Image source: Generated by Unbounded AI

The OpenAI palace fight drama has just ended, and it will immediately set off another uproar!

Reuters revealed that before Altman was fired, several researchers wrote warning letters to the board of directors that may have triggered the whole incident:

The next-generation AI model, internally named Q (pronounced Q-Star), is too powerful and advanced to threaten humanity.

Q* is led by the central figure of this storm, Chief Scientist Ilya Sutskever.

People quickly linked Altman’s previous remarks at the APEC summit:

There have been four times in OpenAI’s history, most recently in the last few weeks, when I was in the room when we pushed through the veil of ignorance and reached the frontier of discovery, which was the highest honor of my career. ”

Q* may have the following core characteristics that are considered a key step on the road to AGI or superintelligence.

  • Break through the limitations of human data and can produce huge amounts of training data by yourself
  • Ability to learn and improve independently

The news quickly sparked a huge discussion, and Musk also asked with a link.

The latest meme is that, seemingly overnight, people have gone from being experts on the board of directors of Ultraman and OpenAI to Q* experts.

Breaking Data Limits

According to the latest news from The Information, Q’* was formerly known as GPT-Zero, a project initiated by Ilya Sutskever, with a name that pays homage to DeepMind’s Alpha-Zero.

Alpha-Zero doesn’t need to learn human chess games, but learns to play Go by playing against himself.

GPT-Zero enables next-generation AI models to be trained using synthetic data instead of relying on real-world data such as text or images scraped from the internet.

In 2021, GPT-Zero was officially established, and there has not been much directly related news since then.

But just a few weeks ago, Ilya mentioned in an interview:

Without going into too much detail, I just want to say that data limitations can be overcome and progress will continue.

Based on GPT-Zero, Q* was developed by Jakub Pachocki and Szymon Sidor.

Both of them were early members of OpenAI, and they were also the first members to announce that they would follow Ultraman to Microsoft.

Jakub Pachocki, who was promoted to Director of Research last month, has been a core contributor to many of his past breakthroughs, including the Dota 2 project and GPT-4 pre-training.

Szymon Sidor has also worked on the Dota 2 project, and his bio is “building AGI, line by line”.

In the Reuters message, it was mentioned that Q* was given huge computing resources to be able to solve certain mathematical problems.
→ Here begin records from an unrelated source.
/** The window of every element with a target, by element name; each such element not yet among `specs` joins them as an output. */
function addTargetOutputs(circuit: Circuit, structures: Structure[], targets: readonly Target[], defaultTolerance: number, specs: OutputSpec[]): Map<string, TargetWindow> {
  const targetOf = new Map<string, TargetWindow>();
  const have = new Set(specs.map((s) => s.key));
  // A target on a structure's output device reads that output: its figures are not computed and listed twice.
  for (const s of specs) if (s.role === 'iout' && s.element) have.add(`element ${s.element}`);
  const index = targetIndexOf(circuit, structures);
  const elementIndex = topologyOf(circuit).elementIndex;
  for (const t of targets) {
    for (const el of targetElements(circuit, t, index)) {
      const key = `element ${el.name}`;
      targetOf.set(el.name, { current: t.current, tolerance: t.tolerance ?? defaultTolerance });
      if (have.has(key)) continue;
      const f = elementCurrent(circuit, elementIndex.get(el.name)!);
      if (!f) continue;
      have.add(key);
      specs.push({ key, label: el.name, unit: 'A', role: 'element', element: el.name, functional: f });
    }
  }
  return targetOf;
}

/** The varied parameters, each once: a resistor's or source's by its element, a model parameter by its name and element. */
class ParameterList {
  readonly list: VariedParameter[] = [];
  private readonly resistance: Int32Array;
  private readonly source: Int32Array;
  private readonly model = new Map<string, Int32Array>();
  private temperature = -1;

  constructor(private readonly elementCount: number) {
    this.resistance = new Int32Array(elementCount).fill(-1);
    this.source = new Int32Array(elementCount).fill(-1);
  }

  /** The index of `p` in the list, added when new. */
  add(p: VariedParameter): number {
    if (p.kind === 'temperature') return this.temperature >= 0 ? this.temperature : (this.temperature = this.push(p));
    let table = p.kind === 'resistance' ? this.resistance : this.source;
    if (p.kind === 'model') {
      const byElement = this.model.get(p.param);
      if (byElement) table = byElement;
      else this.model.set(p.param, (table = new Int32Array(this.elementCount).fill(-1)));
    }
    return table[p.element] >= 0 ? table[p.element] : (table[p.element] = this.push(p));
  }

  private push(p: VariedParameter): number {
    this.list.push(p);
    return this.list.length - 1;
  }
}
Although the current mathematical ability is only at the elementary school level, the researchers are very optimistic about future success.

In addition, it was mentioned that OpenAI has established a new team of “AI scientists”, which is a merger of the two teams of “Code Gen” and “Math Gen” in the early days, and is exploring and optimizing to improve the reasoning ability of AI, and eventually carry out scientific exploration.

Three Guesses

There is no more specific word out about what exactly Q* is, but some have speculated from the name that it may have something to do with Q-Learning.

Q-Learning, which dates back to 1989, is a model-free reinforcement learning algorithm that does not require modeling of the environment, even for transfer functions with random factors or reward functions, and can be adapted without special changes.

In contrast to other reinforcement learning algorithms, Q-Learning focuses on learning the value of each state-action pair to decide which action will bring the greatest return in the long run, rather than directly learning the action strategy itself.

The second guess has to do with OpenAI’s release in May that it solves math problems through “process supervision” rather than “result supervision”.

However, the names of Jakub Pachocki and Szymon Sidor do not appear in the list of contributors to this study.

There is also speculation that Noam Brown, the “father of Depo AI” who joined OpenAI in July, may also be involved in the project.

When he joined, he said that he wanted to generalize the methods that used to be only applicable to games, and that reasoning might be 1000 times slower and more expensive, but might discover new drugs or prove mathematical conjectures.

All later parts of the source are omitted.